- Exercise objective
Go line by line through the entries below and copy those containing the string "hintAfterCommit".

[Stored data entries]
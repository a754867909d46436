import type { Transaction } from 'sequelize';
import { v7 as uuid } from 'uuid';
import type { PayPlaceDto, PersonPlaceDto } from '@driprail/shared/contracts/pay-plans.contract';
import { OVERTIME_RULE_SETS } from '@driprail/shared/domain/pay/overtime-rule-sets';
import { ruleSetOf } from '@driprail/shared/domain/pay/own-rules';
import type { OwnRules } from '@driprail/shared/domain/pay/own-rules';
import { audit } from '../../db/audit.ts';
import { PayPlace, PayPlaceWage, Person, PersonPlaceRow } from '../../db/models/index.ts';
import { inTransaction, select } from '../../db/sequelize.ts';
import type { Ctx } from '../../http/context.ts';
import { conflict, notFound, unprocessable } from '../../http/errors.ts';
import { hintAfterCommit } from '../../realtime/hints.ts';
import { refuseInsideWeek, refuseLockedDay } from './start-dates.ts';

interface PlaceRow extends Omit<PayPlaceDto, 'ruleSet'> {
  ruleSetKey: string | null;
  ownRules: OwnRules | null;
}

/** The places with their rules and minimum wages, by name. */
export async function listPlaces(id: string | null = null, tx?: Transaction): Promise<PayPlaceDto[]> {
  const rows = await select<PlaceRow>(
    `SELECT pl.id, pl.name, pl.rule_set_key AS "ruleSetKey", pl.own_rules AS "ownRules",
            coalesce((SELECT json_agg(json_build_object('startsOn', w.starts_on, 'amount', trim_scale(w.amount)::text,
               'source', w.source, 'setBy', coalesce(u.name, '')) ORDER BY w.starts_on)
               FROM pay_place_wages w LEFT JOIN users u ON u.id = w.set_by WHERE w.place_id = pl.id), '[]'::json) AS "minimumWages"
       FROM pay_places pl WHERE (:id::uuid IS NULL OR pl.id = :id::uuid) ORDER BY pl.name`,
    { id },
    tx,
  );
  return rows.map(({ ruleSetKey, ownRules, ...place }) => ({
    ...place,
    ruleSet: ruleSetOf(place.id, place.name, ruleSetKey, ownRules),
  }));
}

/** Who works where from when on, the newest of each person first. */
export function listPersonPlaces(tx?: Transaction): Promise<PersonPlaceDto[]> {
  return select<PersonPlaceDto>(
    `SELECT r.id, r.person_id AS "personId", p.name AS "personName", r.place_id AS "placeId", pl.name AS "placeName",
            r.starts_on AS "startsOn", coalesce(u.name, '') AS "setBy"
       FROM person_places r JOIN people p ON p.id = r.person_id LEFT JOIN pay_places pl ON pl.id = r.place_id
       LEFT JOIN users u ON u.id = r.set_by ORDER BY p.name, r.starts_on DESC`,
    {},
    tx,
  );
}

interface WageFields {
  startsOn: string;
  amount: string;
  source: string;
}

interface PlaceFields {
  name: string;
  ruleSetKey: string | null;
  ownRules: OwnRules | null;
  minimumWages: WageFields[];
}

/** @throws 409 when a place has the name already, 422 for an unknown rule set */
export function addPlace({ actor, now }: Ctx, { minimumWages, ...fields }: PlaceFields): Promise<PayPlaceDto> {
  return inTransaction(async (tx) => {
    refuseUnknownRules(fields.ruleSetKey);
    const [taken] = await select(
      'SELECT 1 FROM pay_places WHERE lower(name) = lower(:name)',
      { name: fields.name },
      tx,
    );
    if (taken) throw conflict('duplicate', 'A place of this name exists already. Give it another name.');
    const stamp = { setBy: actor.userId, setAt: now() };
    const place = await PayPlace.create({ id: uuid(), ...fields, ...stamp }, { transaction: tx });
    for (const wage of minimumWages)
      await PayPlaceWage.create({ id: uuid(), placeId: place.id, ...wage, ...stamp }, { transaction: tx });
    await audit(tx, { userId: actor.userId, at: now() }, 'pay_place', place.id, 'set', { ...fields, minimumWages });
    hintAfterCommit(tx, ['owners'], 'pay', place.id);
    return onePlace(place.id, tx);
  });
}

/** @throws 404, 409 when a wage of the place starts on that day already, 422 when it would change a locked week */
export function addWage({ actor, now }: Ctx, placeId: string, fields: WageFields): Promise<PayPlaceDto> {
  return inTransaction(async (tx) => {
    if (!(await PayPlace.findByPk(placeId, { transaction: tx }))) throw notFound('That place');
    await refuseLockedDay(fields.startsOn, tx);
    const { startsOn } = fields;
    if (await PayPlaceWage.findOne({ where: { placeId, startsOn }, transaction: tx }))
      throw conflict('duplicate', 'A minimum wage of this place starts on that day already. Choose another day.');
    const stamp = { setBy: actor.userId, setAt: now() };
    const wage = await PayPlaceWage.create({ id: uuid(), placeId, ...fields, ...stamp }, { transaction: tx });
    await audit(tx, { userId: actor.userId, at: now() }, 'pay_place', placeId, 'wage set', { ...fields });
    hintAfterCommit(tx, ['owners'], 'pay', wage.id);
    return onePlace(placeId, tx);
  });
}

type PersonPlaceFields = Pick<PersonPlaceDto, 'personId' | 'placeId' | 'startsOn'>;

/** @throws 404, 409 for a second place from the same day on, 422 inside a workweek or in a locked week */
export function placePerson({ actor, now }: Ctx, fields: PersonPlaceFields): Promise<PersonPlaceDto[]> {
  return inTransaction(async (tx) => {
    const { personId, placeId, startsOn } = fields;
    if (!(await Person.findByPk(personId, { transaction: tx }))) throw notFound('That person');
    if (placeId && !(await PayPlace.findByPk(placeId, { transaction: tx }))) throw notFound('That place');
    await refuseLockedDay(startsOn, tx);
    await refuseInsideWeek(startsOn, tx);
    if (await PersonPlaceRow.findOne({ where: { personId, startsOn }, transaction: tx }))
      throw conflict('duplicate', 'A place of this person starts on that day already. Choose another day.');
    const row = await PersonPlaceRow.create(
      { id: uuid(), ...fields, setBy: actor.userId, setAt: now() },
      { transaction: tx },
    );
    await audit(tx, { userId: actor.userId, at: now() }, 'person_place', row.id, 'set', { ...fields });
    hintAfterCommit(tx, ['owners'], 'pay', row.id);
    return listPersonPlaces(tx);
  });
}

function refuseUnknownRules(key: string | null): void {
  if (key === null || OVERTIME_RULE_SETS.some((set) => set.key === key)) return;
  const message = 'Choose one of the listed rule sets.';
  throw unprocessable('unknown_rules', message, { fields: { ruleSetKey: message } });
}

async function onePlace(id: string, tx: Transaction): Promise<PayPlaceDto> {
  const [place] = await listPlaces(id, tx);
  if (!place) throw new Error('the place was just written');
  return place;
}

- Exercise answer
import { hintAfterCommit } from '../../realtime/hints.ts';
    hintAfterCommit(tx, ['owners'], 'pay', place.id);
    hintAfterCommit(tx, ['owners'], 'pay', wage.id);
    hintAfterCommit(tx, ['owners'], 'pay', row.id);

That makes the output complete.